Exercise brief =>
How many lines of the entries below contain the string "request"? State the number alone.

*** Source data Section Begins ***

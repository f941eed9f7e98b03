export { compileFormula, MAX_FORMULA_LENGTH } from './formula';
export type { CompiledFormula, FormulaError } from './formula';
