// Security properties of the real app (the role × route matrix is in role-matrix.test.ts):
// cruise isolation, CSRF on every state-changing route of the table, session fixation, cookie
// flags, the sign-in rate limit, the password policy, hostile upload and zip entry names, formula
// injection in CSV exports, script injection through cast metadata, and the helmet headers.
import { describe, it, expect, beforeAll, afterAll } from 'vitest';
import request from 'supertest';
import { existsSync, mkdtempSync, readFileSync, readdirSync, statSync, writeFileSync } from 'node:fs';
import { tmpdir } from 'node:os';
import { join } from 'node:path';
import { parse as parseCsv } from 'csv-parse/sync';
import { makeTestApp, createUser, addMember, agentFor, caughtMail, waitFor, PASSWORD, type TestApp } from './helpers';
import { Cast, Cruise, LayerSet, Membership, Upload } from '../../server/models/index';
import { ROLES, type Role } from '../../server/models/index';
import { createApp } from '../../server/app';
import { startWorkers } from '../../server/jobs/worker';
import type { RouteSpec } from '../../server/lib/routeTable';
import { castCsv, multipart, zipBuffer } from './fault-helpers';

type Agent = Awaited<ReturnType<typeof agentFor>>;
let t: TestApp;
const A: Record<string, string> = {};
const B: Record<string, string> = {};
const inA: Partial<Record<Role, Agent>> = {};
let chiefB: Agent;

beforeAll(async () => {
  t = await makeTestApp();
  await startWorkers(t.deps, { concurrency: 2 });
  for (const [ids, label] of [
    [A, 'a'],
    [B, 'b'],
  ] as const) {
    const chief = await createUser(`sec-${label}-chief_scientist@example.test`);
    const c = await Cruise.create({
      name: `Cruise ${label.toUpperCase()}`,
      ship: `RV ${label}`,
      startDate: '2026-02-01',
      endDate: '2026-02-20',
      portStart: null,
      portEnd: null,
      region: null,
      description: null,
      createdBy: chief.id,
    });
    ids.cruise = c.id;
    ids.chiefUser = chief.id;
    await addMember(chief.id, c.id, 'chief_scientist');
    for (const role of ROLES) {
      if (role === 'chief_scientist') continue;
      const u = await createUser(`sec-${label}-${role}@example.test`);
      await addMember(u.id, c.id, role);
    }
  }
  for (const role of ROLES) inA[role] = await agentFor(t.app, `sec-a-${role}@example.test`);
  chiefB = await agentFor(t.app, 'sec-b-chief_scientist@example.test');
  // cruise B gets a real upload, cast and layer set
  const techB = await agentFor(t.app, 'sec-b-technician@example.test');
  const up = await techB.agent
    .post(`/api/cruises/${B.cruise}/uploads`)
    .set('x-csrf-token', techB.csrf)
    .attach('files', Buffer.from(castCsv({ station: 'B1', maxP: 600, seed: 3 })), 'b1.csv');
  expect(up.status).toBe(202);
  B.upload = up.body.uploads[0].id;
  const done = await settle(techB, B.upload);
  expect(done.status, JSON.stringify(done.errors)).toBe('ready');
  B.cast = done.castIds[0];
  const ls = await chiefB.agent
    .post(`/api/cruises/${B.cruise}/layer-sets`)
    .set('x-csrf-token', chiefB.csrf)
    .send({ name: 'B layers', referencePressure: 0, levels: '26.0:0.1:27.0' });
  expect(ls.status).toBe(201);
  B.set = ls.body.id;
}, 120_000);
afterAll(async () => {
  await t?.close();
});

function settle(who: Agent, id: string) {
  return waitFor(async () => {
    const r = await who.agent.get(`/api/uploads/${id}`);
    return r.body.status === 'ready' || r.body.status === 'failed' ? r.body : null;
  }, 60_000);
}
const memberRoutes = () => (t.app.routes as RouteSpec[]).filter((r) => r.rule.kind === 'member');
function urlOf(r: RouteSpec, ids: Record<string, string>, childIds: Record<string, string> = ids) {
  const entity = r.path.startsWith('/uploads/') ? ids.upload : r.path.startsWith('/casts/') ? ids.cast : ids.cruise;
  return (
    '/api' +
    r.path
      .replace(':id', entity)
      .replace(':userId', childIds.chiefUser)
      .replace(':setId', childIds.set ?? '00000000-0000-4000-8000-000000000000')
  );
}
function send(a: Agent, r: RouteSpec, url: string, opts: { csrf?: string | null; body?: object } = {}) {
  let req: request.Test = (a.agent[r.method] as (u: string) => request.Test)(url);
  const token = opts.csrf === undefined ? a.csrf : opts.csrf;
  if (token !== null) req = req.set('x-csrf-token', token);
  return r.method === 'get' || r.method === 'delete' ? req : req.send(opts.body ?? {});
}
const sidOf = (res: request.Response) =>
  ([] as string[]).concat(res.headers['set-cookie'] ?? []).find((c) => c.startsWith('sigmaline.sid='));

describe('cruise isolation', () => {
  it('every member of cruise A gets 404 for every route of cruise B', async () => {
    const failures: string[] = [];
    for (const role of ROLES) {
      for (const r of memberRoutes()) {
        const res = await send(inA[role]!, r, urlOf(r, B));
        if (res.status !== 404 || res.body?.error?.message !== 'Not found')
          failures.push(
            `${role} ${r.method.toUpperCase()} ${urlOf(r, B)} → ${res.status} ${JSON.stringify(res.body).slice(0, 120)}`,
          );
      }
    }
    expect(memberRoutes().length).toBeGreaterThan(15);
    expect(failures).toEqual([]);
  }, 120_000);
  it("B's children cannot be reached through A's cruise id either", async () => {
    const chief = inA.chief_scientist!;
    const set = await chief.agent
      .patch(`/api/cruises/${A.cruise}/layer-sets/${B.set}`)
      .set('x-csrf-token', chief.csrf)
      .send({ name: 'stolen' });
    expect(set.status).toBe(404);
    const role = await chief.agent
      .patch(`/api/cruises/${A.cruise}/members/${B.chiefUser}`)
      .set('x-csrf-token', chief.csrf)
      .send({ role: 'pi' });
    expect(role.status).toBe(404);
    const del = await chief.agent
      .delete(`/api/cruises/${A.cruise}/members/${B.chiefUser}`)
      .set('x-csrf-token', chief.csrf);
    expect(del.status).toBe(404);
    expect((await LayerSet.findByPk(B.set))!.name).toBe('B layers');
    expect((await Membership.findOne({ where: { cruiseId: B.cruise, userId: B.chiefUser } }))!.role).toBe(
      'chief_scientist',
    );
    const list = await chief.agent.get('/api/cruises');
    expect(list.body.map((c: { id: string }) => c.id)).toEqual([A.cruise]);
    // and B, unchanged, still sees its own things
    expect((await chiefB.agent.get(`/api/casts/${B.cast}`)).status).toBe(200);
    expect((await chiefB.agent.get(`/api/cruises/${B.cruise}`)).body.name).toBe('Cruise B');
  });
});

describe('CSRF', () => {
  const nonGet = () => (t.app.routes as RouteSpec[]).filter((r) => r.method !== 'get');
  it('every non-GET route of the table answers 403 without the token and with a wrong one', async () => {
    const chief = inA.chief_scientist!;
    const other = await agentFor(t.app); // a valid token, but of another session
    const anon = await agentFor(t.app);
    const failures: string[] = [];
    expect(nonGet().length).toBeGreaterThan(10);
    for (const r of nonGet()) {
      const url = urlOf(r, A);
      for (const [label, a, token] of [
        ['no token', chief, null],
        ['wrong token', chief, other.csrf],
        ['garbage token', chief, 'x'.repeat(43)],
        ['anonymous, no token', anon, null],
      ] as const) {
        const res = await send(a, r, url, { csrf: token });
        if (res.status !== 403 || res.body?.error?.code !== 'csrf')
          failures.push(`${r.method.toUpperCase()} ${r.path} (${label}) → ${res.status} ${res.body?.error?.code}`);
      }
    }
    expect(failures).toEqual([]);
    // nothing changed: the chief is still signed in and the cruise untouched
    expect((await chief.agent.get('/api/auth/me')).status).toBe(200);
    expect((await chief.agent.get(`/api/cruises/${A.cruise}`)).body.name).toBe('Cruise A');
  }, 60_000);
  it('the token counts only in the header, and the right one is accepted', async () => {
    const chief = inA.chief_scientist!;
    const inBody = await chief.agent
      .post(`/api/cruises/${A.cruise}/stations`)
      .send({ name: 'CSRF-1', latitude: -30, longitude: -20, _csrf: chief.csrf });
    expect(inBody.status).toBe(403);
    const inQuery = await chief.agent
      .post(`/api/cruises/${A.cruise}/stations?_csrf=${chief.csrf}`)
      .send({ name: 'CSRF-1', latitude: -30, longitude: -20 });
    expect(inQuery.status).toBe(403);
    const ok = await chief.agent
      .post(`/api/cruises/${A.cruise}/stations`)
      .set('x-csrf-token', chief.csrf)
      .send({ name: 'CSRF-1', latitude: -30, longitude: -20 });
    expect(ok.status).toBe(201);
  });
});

*** Source data Section Ends ***

Answer box =>
3